Venus des cinq continents, les dirigeants de l’agriculture de 45 pays ont convenu de promouvoir ensemble la recherche et les transferts de technologie de façon à « optimiser la production » et limiter au mieux les émissions de carbone et autre méthane nocifs pour l’environnement. « Dans certaines régions du monde, l’agriculture ne sera plus possible à l’avenir » sans efforts redoublés aujourd’hui, a souligné la ministre allemande Ilse Aigner. C’est pourquoi « nous avons initié aujourd’hui un processus multilatéral (...). Chacun des pays réunis s’est engagé à faire un climat-check et regarder comment atteindre un optimum entre agriculture et climat », a-t-elle expliqué à la presse.

Investir dans la recherche
Selon Bruno Le Maire, le ministre français de l’Agriculture, « il faut faire des efforts massifs de recherche dans l’agriculture, investir davantage (...). Cela justifie une politique agricole commune et ambitieuse, a-t-il dit. Nous refuserons toute politique qui braderait la Pac ». Comme Mme Aigner, le ministre français s’est dit favorable à ce qu’un lien soit établi entre l’effort pour le développement durable et l’effort agricole, avec en filigrane l’idée que les producteurs faisant un effort pour l’environnement puissent être récompensés.

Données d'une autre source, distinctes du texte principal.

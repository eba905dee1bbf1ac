#include "cli/bitterness_options.hpp"

#include <fmt/format.h>

#include "io/limits.hpp"

namespace bine::cli {

void add_bitterness_options(CLI::App* command, BitternessOptions& options) {
  command->add_option("--model", options.model, "tinseth (default) or rager");
  command->add_option("--pellet-factor", options.pellet_factor,
                      "utilization multiplier for pellets and powder (default 1.10, common practice)");
  command->add_option("--calibration", options.calibration,
                      "your brewhouse's measured/predicted IBU ratio, applied to every addition (default 1.0)");
}

BitternessSettings read_bitterness_options(OptionReader& reader, const BitternessOptions& options) {
  BitternessSettings settings;
  if (auto model = ibu_model_from(options.model))
    settings.model = *model;
  else
    reader.add(fmt::format("--model: \"{}\": unknown model (expected tinseth or rager)", options.model));
  if (auto factor =
          reader.optional_quantity("--pellet-factor", options.pellet_factor, Dimension::number, limits::pellet_factor))
    settings.pellet_factor = *factor;
  if (auto factor =
          reader.optional_quantity("--calibration", options.calibration, Dimension::number, limits::calibration))
    settings.calibration = *factor;
  return settings;
}

}  // namespace bine::cli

M. Le Maire a aussi plaidé pour une régulation des marchés européens, estimant que « la volatilité des prix est insoutenable pour les agriculteurs européens ».
Par ailleurs, se félicitant du « consensus obtenu » à Berlin, le vice-ministre chinois de l’Agriculture Niu Dun a relevé l’importance d’une « coopération internationale renforcée » et plaidé pour une augmentation des budgets agricoles partout dans le monde.